> Aim of the task: Word for word, restate all of the entries.

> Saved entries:
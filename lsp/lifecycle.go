package lsp

import (
	"context"

	"go.lsp.dev/jsonrpc2"
	"go.lsp.dev/protocol"
)

// The phases of a session.
const (
	starting    int32 = iota // before the initialize request
	running                  //
	shutDown                 // after the shutdown request
	exited                   // after exit, in order
	exitedEarly              // after exit without shutdown
)

// admits refuses what the protocol does not allow in the present phase.
func (s *server) admits(method string) error {
	switch phase := s.phase.Load(); {
	case method == protocol.MethodExit:
		return nil
	case phase == starting && method != protocol.MethodInitialize:
		return jsonrpc2.Errorf(jsonrpc2.Code(protocol.ErrorCodesServerNotInitialized), "%s came before initialize", method)
	case phase == running && method == protocol.MethodInitialize:
		return jsonrpc2.Errorf(jsonrpc2.InvalidRequest, "initialize came twice")
	case phase >= shutDown:
		return jsonrpc2.Errorf(jsonrpc2.InvalidRequest, "%s came after shutdown", method)
	}
	return nil
}

// Initialize agrees on the unit of columns and says what the server can do.
func (s *server) Initialize(_ context.Context, p *protocol.InitializeParams) (*protocol.InitializeResult, error) {
	var offers []protocol.PositionEncodingKind
	if g := p.Capabilities.General; g != nil {
		offers = g.PositionEncodings
	}
	var kind protocol.PositionEncodingKind
	s.enc, kind = agree(offers)
	s.plain = prefersPlain(p.Capabilities)
	s.phase.Store(running)
	return &protocol.InitializeResult{
		Capabilities: capabilities(kind),
		ServerInfo:   protocol.ServerInfo{Name: "triodeck", Version: protocol.NewOptional(s.opts.Version)},
	}, nil
}

func capabilities(kind protocol.PositionEncodingKind) protocol.ServerCapabilities {
	yes, change := true, protocol.TextDocumentSyncKindIncremental
	return protocol.ServerCapabilities{
		PositionEncoding: kind,
		TextDocumentSync: &protocol.TextDocumentSyncOptions{
			OpenClose: &yes,
			Change:    &change,
			Save:      protocol.Boolean(true),
		},
		HoverProvider:          protocol.Boolean(true),
		InlayHintProvider:      protocol.Boolean(true),
		DefinitionProvider:     protocol.Boolean(true),
		DocumentSymbolProvider: protocol.Boolean(true),
	}
}

// Initialized needs no answer.
func (s *server) Initialized(context.Context, *protocol.InitializedParams) error { return nil }

// SetTrace is heard and has no effect: the server sends no trace.
func (s *server) SetTrace(context.Context, *protocol.SetTraceParams) error { return nil }

// Shutdown stops all work; only exit may follow.
func (s *server) Shutdown(context.Context) error {
	s.phase.Store(shutDown)
	s.diagnostics.stop()
	return nil
}

// Exit ends the session.
func (s *server) Exit(context.Context) error {
	if !s.phase.CompareAndSwap(shutDown, exited) {
		s.phase.Store(exitedEarly)
	}
	s.hangUp()
	return nil
}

> Solved problem:
filename lsp/lifecycle.go
package lsp

import (
	"context"

	"go.lsp.dev/jsonrpc2"
	"go.lsp.dev/protocol"
)

// The phases of a session.
const (
	starting    int32 = iota // before the initialize request
	running                  //
	shutDown                 // after the shutdown request
	exited                   // after exit, in order
	exitedEarly              // after exit without shutdown
)

// admits refuses what the protocol does not allow in the present phase.
func (s *server) admits(method string) error {
	switch phase := s.phase.Load(); {
	case method == protocol.MethodExit:
		return nil
	case phase == starting && method != protocol.MethodInitialize:
		return jsonrpc2.Errorf(jsonrpc2.Code(protocol.ErrorCodesServerNotInitialized), "%s came before initialize", method)
	case phase == running && method == protocol.MethodInitialize:
		return jsonrpc2.Errorf(jsonrpc2.InvalidRequest, "initialize came twice")
	case phase >= shutDown:
		return jsonrpc2.Errorf(jsonrpc2.InvalidRequest, "%s came after shutdown", method)
	}
	return nil
}

// Initialize agrees on the unit of columns and says what the server can do.
func (s *server) Initialize(_ context.Context, p *protocol.InitializeParams) (*protocol.InitializeResult, error) {
	var offers []protocol.PositionEncodingKind
	if g := p.Capabilities.General; g != nil {
		offers = g.PositionEncodings
	}
	var kind protocol.PositionEncodingKind
	s.enc, kind = agree(offers)
	s.plain = prefersPlain(p.Capabilities)
	s.phase.Store(running)
	return &protocol.InitializeResult{
		Capabilities: capabilities(kind),
		ServerInfo:   protocol.ServerInfo{Name: "triodeck", Version: protocol.NewOptional(s.opts.Version)},
	}, nil
}

func capabilities(kind protocol.PositionEncodingKind) protocol.ServerCapabilities {
	yes, change := true, protocol.TextDocumentSyncKindIncremental
	return protocol.ServerCapabilities{
		PositionEncoding: kind,
		TextDocumentSync: &protocol.TextDocumentSyncOptions{
			OpenClose: &yes,
			Change:    &change,
			Save:      protocol.Boolean(true),
		},
		HoverProvider:          protocol.Boolean(true),
		InlayHintProvider:      protocol.Boolean(true),
		DefinitionProvider:     protocol.Boolean(true),
		DocumentSymbolProvider: protocol.Boolean(true),
	}
}

// Initialized needs no answer.
func (s *server) Initialized(context.Context, *protocol.InitializedParams) error { return nil }

// SetTrace is heard and has no effect: the server sends no trace.
func (s *server) SetTrace(context.Context, *protocol.SetTraceParams) error { return nil }

// Shutdown stops all work; only exit may follow.
func (s *server) Shutdown(context.Context) error {
	s.phase.Store(shutDown)
	s.diagnostics.stop()
	return nil
}

// Exit ends the session.
func (s *server) Exit(context.Context) error {
	if !s.phase.CompareAndSwap(shutDown, exited) {
		s.phase.Store(exitedEarly)
	}
	s.hangUp()
	return nil
}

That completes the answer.